▶ DATA SHOWN
-- Opening Marker --
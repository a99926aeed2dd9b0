package minimize

import (
	"fmt"
	"strings"
	"time"

	"github.com/tenter-go/tenter/constraint"
	"github.com/tenter-go/tenter/field"
	"github.com/tenter-go/tenter/lattice"
)

// Status says how a solve ended.
type Status uint8

// The ways a solve ends. A Report gives the reason in words.
const (
	Converged Status = iota // solved to the tolerance
	Stalled                 // no step improves the history any more
	Stopped                 // iteration limit, or the context ended
	Singular                // the matrix at the solution is singular or has the wrong signs
)

// String returns the status in lower case.
func (s Status) String() string {
	if int(s) < 4 {
		return [...]string{"converged", "stalled", "stopped", "singular"}[s]
	}
	return fmt.Sprintf("status(%d)", uint8(s))
}

// A Found is the outcome of a solve.
type Found struct {
	History *field.History
	Report  Report

	// Reactions of all hard conditions: pins, ties, held ends, linear conditions
	// and active bounds, the largest |Push| first. What Push means is
	// Report.Push.
	Reactions []constraint.Reaction

	// Misfits of all soft conditions, the largest |Sigmas| first.
	Misfits []constraint.Misfit
}

// A Norm is the size of a residual or gradient over its rows.
type Norm struct {
	Max float64       // largest absolute value
	RMS float64       // root of the mean square
	At  lattice.Event // where Max stands
}

// A Report says what a solve did and how well it ended.
type Report struct {
	Problem string // least residual, minimum, stationary, saddle
	Method  string

	// Strategy is what was asked for or chosen, and Why; Stages is what it did
	// before the solve for the whole block. Least residual only.
	Strategy Strategy
	Why      string
	Stages   []Stage

	Status Status
	Reason string // why it ended, in words

	Rows      int // equations
	Unknowns  int
	Fixed     int // values held
	Redundant int // conditions that repeat others

	// Norms of the residual r (least residual) or of ∂S/∂φ/hk over the free
	// events (all others, without its parts along zero modes held), at the start
	// history adjusted to the pins and at the end.
	Before, After Norm

	// The cost Σ hk r²/2q² (least residual), or the action.
	CostBefore, CostAfter float64

	// Scale is the largest single term of the equation over the block at the
	// end: the tensions of links and the sum of force and source. Tolerance is
	// what Max of After was compared with.
	Scale, Tolerance float64

	// Flat is the largest |gradient of the cost| over its size before
	// cancellation; small where the cost cannot be lowered. Least residual
	// only.
	Flat float64

	Iterations     int // trial steps
	Accepted       int // of them, those that improved the history
	Corrections    int // final corrections with the factor at hand
	Factorisations int
	Front          int     // order of the largest front; 0 without a factorisation
	Damping        float64 // last λ
	Wall           time.Duration

	// Inertia says what kind of stationary point was found. Nil for the least
	// residual and the minimum, and where a solve ended before it was counted.
	Inertia *Inertia

	Push  string // what the Push of a Reaction is
	Trace []Step // if asked for
}

// A Step is one trial step of a solve.
type Step struct {
	Iteration int
	Accepted  bool
	Damping   float64 // λ
	Cost      float64 // after the step, as CostAfter
	Max       float64 // after the step, as After.Max
	Gain      float64 // actual over predicted change of the cost
	Elapsed   time.Duration
}

// String returns the step in one line, as Settings.Progress gets it.
func (s Step) String() string {
	mark := "rejected"
	if s.Accepted {
		mark = "accepted"
	}
	return fmt.Sprintf("step %3d %s: cost %.8g, max %.3g, λ %.2g, gain %.3f, %.2fs", s.Iteration, mark, s.Cost, s.Max, s.Damping, s.Gain, s.Elapsed.Seconds())
}

// String returns the report as a few lines for a terminal.
func (r Report) String() string {
	what, cost := "residual", "cost"
	if !strings.HasSuffix(r.Problem, "residual") {
		what, cost = "gradient", "action"
	}
	var b strings.Builder
	fmt.Fprintf(&b, "%s: %v (%s)\n", r.Problem, r.Status, r.Reason)
	fmt.Fprintf(&b, "  method    %s\n", r.Method)
	if r.Problem == problemResidual {
		fmt.Fprintf(&b, "  strategy  %v (%s)\n", r.Strategy, r.Why)
	}
	for _, s := range r.Stages {
		fmt.Fprintf(&b, "  stage     %v\n", s)
	}
	fmt.Fprintf(&b, "  size      %d equations, %d unknowns, %d values held", r.Rows, r.Unknowns, r.Fixed)
	if r.Redundant > 0 {
		fmt.Fprintf(&b, ", %d conditions repeated", r.Redundant)
	}
	fmt.Fprintf(&b, "\n  %s  max %.3g → %.3g, rms %.3g → %.3g (want max ≤ %.3g)\n", what, r.Before.Max, r.After.Max, r.Before.RMS, r.After.RMS, r.Tolerance)
	if r.After.Max > r.Tolerance {
		fmt.Fprintf(&b, "            largest at %v\n", r.After.At)
	}
	fmt.Fprintf(&b, "  %-8s  %.10g → %.10g\n", cost, r.CostBefore, r.CostAfter)
	fmt.Fprintf(&b, "  work      %d steps, %d accepted, %d corrections, %d factorisations", r.Iterations, r.Accepted, r.Corrections, r.Factorisations)
	if r.Front > 0 {
		fmt.Fprintf(&b, " (largest front %d)", r.Front)
	}
	fmt.Fprintf(&b, ", %.3g s\n", r.Wall.Seconds())
	if r.Inertia != nil {
		fmt.Fprintf(&b, "  inertia   %v\n", r.Inertia)
	}
	fmt.Fprintf(&b, "  reactions %s", r.Push)
	return b.String()
}

const (
	problemResidual   = "least residual"
	problemMinimum    = "minimum"
	problemStationary = "stationary"
	problemSaddle     = "saddle"
)
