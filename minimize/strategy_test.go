package minimize

import (
	"context"
	"errors"
	"math"
	"strings"
	"testing"

	"github.com/tenter-go/tenter/action"
	"github.com/tenter-go/tenter/constraint"
	"github.com/tenter-go/tenter/field"
	"github.com/tenter-go/tenter/lattice"
)

// Every strategy ends at the history that satisfies the equation and the pins:
// where that is one history, at the same one. From Cauchy data it is the march of
// the action; the block is short enough that a residual at rounding level, 1e-12,
// cannot have grown to 1e-9.
func TestStrategiesAgreeOnCauchyData(t *testing.T) {
	clock := lattice.Axis{From: -2, Step: 0.08, Sites: 49}
	line := lattice.Axis{From: -6, Step: 0.1, Sites: 121}
	s := newAction(t, clock, line, action.Wave{Potential: action.SineGordon{}})
	want := marched(s, profile(field.SineGordonKink(field.Moving{Speed: 0.4})).On(line, clock.From))
	for _, pair := range []int{0, 24} {
		held := constraint.On(s.Block())
		held.Slice(pair, want.Slice(pair))
		held.Slice(pair+1, want.Slice(pair+1))
		for _, strategy := range []Strategy{Fitting, BlockWide, Marching, Windows, CoarseToFine} {
			found, err := LeastResidual(context.Background(), s, held, field.Repeat(s.Block(), want.Slice(pair)), &Settings{Strategy: strategy})
			if err != nil {
				t.Errorf("pair at %d, %v: %v", pair, strategy, err)
				continue
			}
			if d := found.History.MaxDifference(want); d > 1e-9 {
				t.Errorf("pair at %d, %v: differs from the march by %.3g\n%v", pair, strategy, d, found.Report)
			}
			took := strategy
			if took == Fitting {
				took = Marching
			}
			r := found.Report
			if r.Strategy != took || took != BlockWide && (len(r.Stages) != 1 || r.Stages[0].Strategy != took || !r.Stages[0].Used) {
				t.Errorf("pair at %d, %v: reports %v", pair, strategy, r)
			}
		}
	}
}

// Over half a unit of time the two-time problem of a massive field between held
// ends has one solution: no mode of the lattice turns by π in it, the fastest
// having a frequency of √(4/h² + 1) < 4.2 and so turning by 2.1. All strategies that need no Cauchy pair
// must find the history that the slices were taken from.
func TestStrategiesAgreeOnTwoTimes(t *testing.T) {
	clock := lattice.Axis{Step: 0.03125, Sites: 17}
	line := lattice.Axis{From: -4, Step: 0.5, Sites: 17, Left: lattice.Held, Right: lattice.Held}
	s := newAction(t, clock, line, action.Wave{Potential: action.SineGordon{}})
	bump := func(x, t float64) (float64, float64) { return math.Exp(-x * x), x * math.Exp(-x*x) }
	want := marched(s, field.Profile(bump).On(line, 0))
	held := constraint.On(s.Block())
	held.Slice(0, want.Slice(0))
	held.Slice(16, want.Slice(16))
	for _, set := range []Settings{
		{}, {Strategy: BlockWide}, {Strategy: Windows}, {Strategy: CoarseToFine},
		{Strategy: Shooting}, {Strategy: Shooting, Nodes: 4}, {Strategy: Dragging},
	} {
		found, err := LeastResidual(context.Background(), s, held, field.Repeat(s.Block(), want.Slice(0)), &set)
		if err != nil {
			t.Errorf("%v, %d nodes: %v", set.Strategy, set.Nodes, err)
			continue
		}
		// rounding of the residual, 1e-13, over the smallest |sin ωT| ω/T-like
		// factor of the two-time problem, above 1e-2 here
		if d := found.History.MaxDifference(want); d > 1e-9 {
			t.Errorf("%v, %d nodes: differs from the march by %.3g\n%v", set.Strategy, set.Nodes, d, found.Report)
		}
	}
}

// A march that the other conditions contradict is used only if it costs less
// than the start, and the report says so.
func TestMarchThatConditionsContradict(t *testing.T) {
	clock := lattice.Axis{Step: 0.08, Sites: 26}
	line := lattice.Axis{From: -5, Step: 0.1, Sites: 101}
	s := newAction(t, clock, line, action.Wave{Potential: action.SineGordon{}})
	want := marched(s, profile(field.SineGordonKink(field.Moving{Speed: 0.5})).On(line, 0))
	held := pairOf(want)
	held.Event(clock.At(25), 0, want.At(25, 0, 50)+0.01)
	whole, err := LeastResidual(context.Background(), s, held, want, &Settings{Strategy: BlockWide})
	if err != nil {
		t.Fatal(err)
	}
	again, err := LeastResidual(context.Background(), s, held, whole.History, nil)
	if err != nil {
		t.Fatal(err)
	}
	r := again.Report
	if len(r.Stages) != 1 || r.Stages[0].Used || !strings.Contains(r.String(), "not used") {
		t.Errorf("the best history was given up for the march\n%v", r)
	}
	// the gradient vanishes to 1e-8 of itself before cancellation in both
	if d := again.History.MaxDifference(whole.History); d > 1e-8 {
		t.Errorf("differs by %.3g", d)
	}
}

func TestRefusedStrategies(t *testing.T) {
	clock := lattice.Axis{Step: 0.08, Sites: 14}
	line := lattice.Axis{Step: 0.1, Sites: 18}
	open := line
	open.Left = lattice.Open
	row := field.NewSlice(1, 18)
	pinned := func(slices ...int) func(*constraint.Set) {
		return func(held *constraint.Set) {
			for _, n := range slices {
				held.Slice(n, row)
			}
		}
	}
	ring := clock
	ring.Periodic = true
	for _, tc := range []struct {
		name        string
		clock, line lattice.Axis
		hold        func(*constraint.Set)
		set         Settings
		says        string
	}{
		{"march without a pair", clock, line, pinned(0, 2), Settings{Strategy: Marching}, "no Cauchy pair"},
		{"march back with losses", clock, open, pinned(4, 5), Settings{Strategy: Marching}, "open left end"},
		{"march on a ring of time", ring, line, pinned(4, 5), Settings{Strategy: Marching}, "periodic in time"},
		{"windows on a ring of time", ring, line, pinned(4, 5), Settings{Strategy: Windows}, "periodic in time"},
		{"13 and 17 links", clock, line, pinned(0, 13), Settings{Strategy: CoarseToFine}, "13 × 17 links"},
		{"shooting at nothing", clock, line, pinned(0), Settings{Strategy: Shooting}, "0 misfits"},
		{"five nodes", clock, line, pinned(0, 13), Settings{Strategy: Shooting, Nodes: 5}, "3 slices a node"},
		{"dragging one event", clock, line, func(h *constraint.Set) { h.Slice(0, row); h.Event(1.04, 1, 0) }, Settings{Strategy: Dragging}, "1 pinned values"},
		{"windows over rates", clock, line, func(h *constraint.Set) { h.Rate(3, row) }, Settings{Strategy: Windows}, "rates"},
	} {
		t.Run(tc.name, func(t *testing.T) {
			s := newAction(t, tc.clock, tc.line, action.Wave{})
			held := constraint.On(s.Block())
			tc.hold(held)
			_, err := LeastResidual(context.Background(), s, held, field.NewHistory(s.Block(), 1), &tc.set)
			var refused *Refusal
			if !errors.As(err, &refused) || !strings.Contains(err.Error(), tc.says) {
				t.Errorf("error %v; want a refusal that says %q", err, tc.says)
			}
		})
	}
}
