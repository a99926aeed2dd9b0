// Package minimize solves for whole histories at once: the field on every event
// of a block of space and time, with conditions held anywhere in it.
//
//	held := constraint.On(block)
//	held.Slice(0, first)
//	held.Event(12, -13.5, math.Pi)
//	found, err := minimize.LeastResidual(ctx, s, held, start, nil)
//	fmt.Println(found.Report)
//
// # Two problems
//
// [LeastResidual] makes the residual r of the field equation as small as it can,
// in the sense of the cost Σ hk r²/2q² over all interior events, pinned ones
// included. A Lorentzian action has no minimum to descend to, its second
// variation having both signs, but this cost has. It accepts losses, drives and
// open ends, and fewer or more conditions than the equation can meet. With a
// Cauchy pair pinned, two adjacent slices, it reproduces the march of the
// action.
//
// [Minimum] makes a Euclidean action as small as it can: one equation, ∂S/∂φ = 0,
// for each free value, natural conditions where nothing is pinned.
//
// The two are not to be mixed: with a Cauchy pair pinned, the equations
// ∂S/∂φ = 0 of the free events lack that of slice 1 and have a natural condition
// at the last slice instead.
//
// # Conditions
//
// Conditions come from package constraint and hold exactly. Ends of kind Held and
// Odd, which have no equation, stay at the values of the start history unless the
// conditions pin them. Each condition has a reaction: −∂S/∂φ for a minimum, the
// impulse of the source that would have to be added there; the multiplier
// ∂cost/∂φ for the least residual. Both vanish where a pin asks for nothing that
// the equation would not do by itself.
//
// # Outcome
//
// Both return a [Found] with the history, the reactions and a [Report]. Unless
// the status is Converged the error is a [*NotConverged], and the history is the
// best one so far; a context that ends is one of the reasons. Problems that
// cannot be asked are a [*Refusal], those above the limits of the settings a
// [*TooLarge]. There is no silent fall-back: the report names the method.
//
// # Response
//
// [NewResponse] takes what was found and tells how it depends on what it was
// found with. [Response.Of] gives the [Influence] of a pinned or observed value,
// of the number of a linear condition, or of a source at one event on every other
// event, and [Influence.Shares] how much of it lies outside of a light cone: of a
// source nothing if Cauchy data are pinned, much if two times are. [Response.Posterior]
// gives the standard deviation of the field at chosen events and the covariance
// between them.
//
// [Response.Verdict] says which conditions the equation cannot meet together:
// what each would save of the cost if it were given up, and how far its values
// would move.
//
//	r, err := minimize.NewResponse(s, held, found, nil)
//	v, err := r.Verdict(ctx, nil)
//	fmt.Println(v)
//
// All are derivatives at the solution, from one factor of the exact second
// derivative there. They cost about as much as one step of the solve and a
// solution with the factor for each question.
//
// # Size and time
//
// Linear systems are factorised exactly by nested dissection of the grid, in
// O(N^1.5) operations and O(N log N) memory for N events. A block of 100 slices
// and 400 sites takes a few hundredths of a second for each factorisation, and a
// cold start over eight units of time of a sine-Gordon collision about twenty of
// them. Much longer blocks need a start that knows more than the first slice.
package minimize
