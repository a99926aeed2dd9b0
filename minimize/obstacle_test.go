package minimize

import (
	"context"
	"math"
	"testing"

	"github.com/tenter-go/tenter/action"
	"github.com/tenter-go/tenter/field"
)

// A double well between bounds, from a start at its top where the second variation
// is indefinite. What a minimum under bounds must satisfy, from the gradient of the
// action alone [Nocedal & Wright 2006, Numerical Optimization, theorem 12.1]: it
// vanishes between the bounds and points out of them where they hold. Symmetric
// square, symmetric minimum.
func TestBoundsOnADoubleWell(t *testing.T) {
	const low, high = -0.3, 0.8 // the free minimum goes up to 0.93
	b := unitSquare(63, 63)
	s, held := rimmedOn(t, b, action.Wave{Potential: action.Phi4{}, Sigma: action.Uniform(50)})
	held.Bounds(func(float64, float64) float64 { return low }, func(float64, float64) float64 { return high })
	start := field.NewHistory(b, 1)
	for n := range b.Slices() {
		for i := range b.Sites() {
			e := b.At(n, i)
			start.Set(n, 0, i, 0.05+0.2*math.Sin(40*e.X)*math.Cos(31*e.T))
		}
	}
	found, err := Minimum(context.Background(), s, held, start, nil)
	if err != nil {
		t.Fatal(err)
	}
	h := found.History
	g := s.Gradient(nil, h)
	cell := b.Time.Step * b.Space.Step
	atBound := 0
	for n := 1; n < b.Slices()-1; n++ {
		for i := 1; i < b.Sites()-1; i++ {
			slope, v := g.At(n, 0, i)/cell, h.At(n, 0, i)
			switch {
			case v < low || v > high:
				t.Errorf("%g at %v, out of bounds", v, b.At(n, i))
			case v == high && slope < 0 || v == low && slope > 0:
				atBound++
			case math.Abs(slope) > found.Report.Tolerance:
				t.Errorf("%g at %v has the slope %.2g, want 0 within %.1g", v, b.At(n, i), slope, found.Report.Tolerance)
			}
			// The curvature is at least of order 10, the slope 1e-10 of terms of 1e4.
			if d := v - h.At(i, 0, n); math.Abs(d) > 1e-7 {
				t.Errorf("%g at %v, %.1g more than at its mirror image", v, b.At(n, i), d)
			}
		}
	}
	if atBound < 100 {
		t.Errorf("%d values at a bound, want a plateau", atBound)
	}
	t.Logf("%d values at a bound, %d steps, %d factorisations", atBound, found.Report.Iterations, found.Report.Factorisations)
}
-- Closing Marker --
Show, from the entries above, every line that includes the string "without".

	// events (all others, without its parts along zero modes held), at the start
	Front          int     // order of the largest front; 0 without a factorisation
		{"march without a pair", clock, line, pinned(0, 2), Settings{Strategy: Marching}, "no Cauchy pair"},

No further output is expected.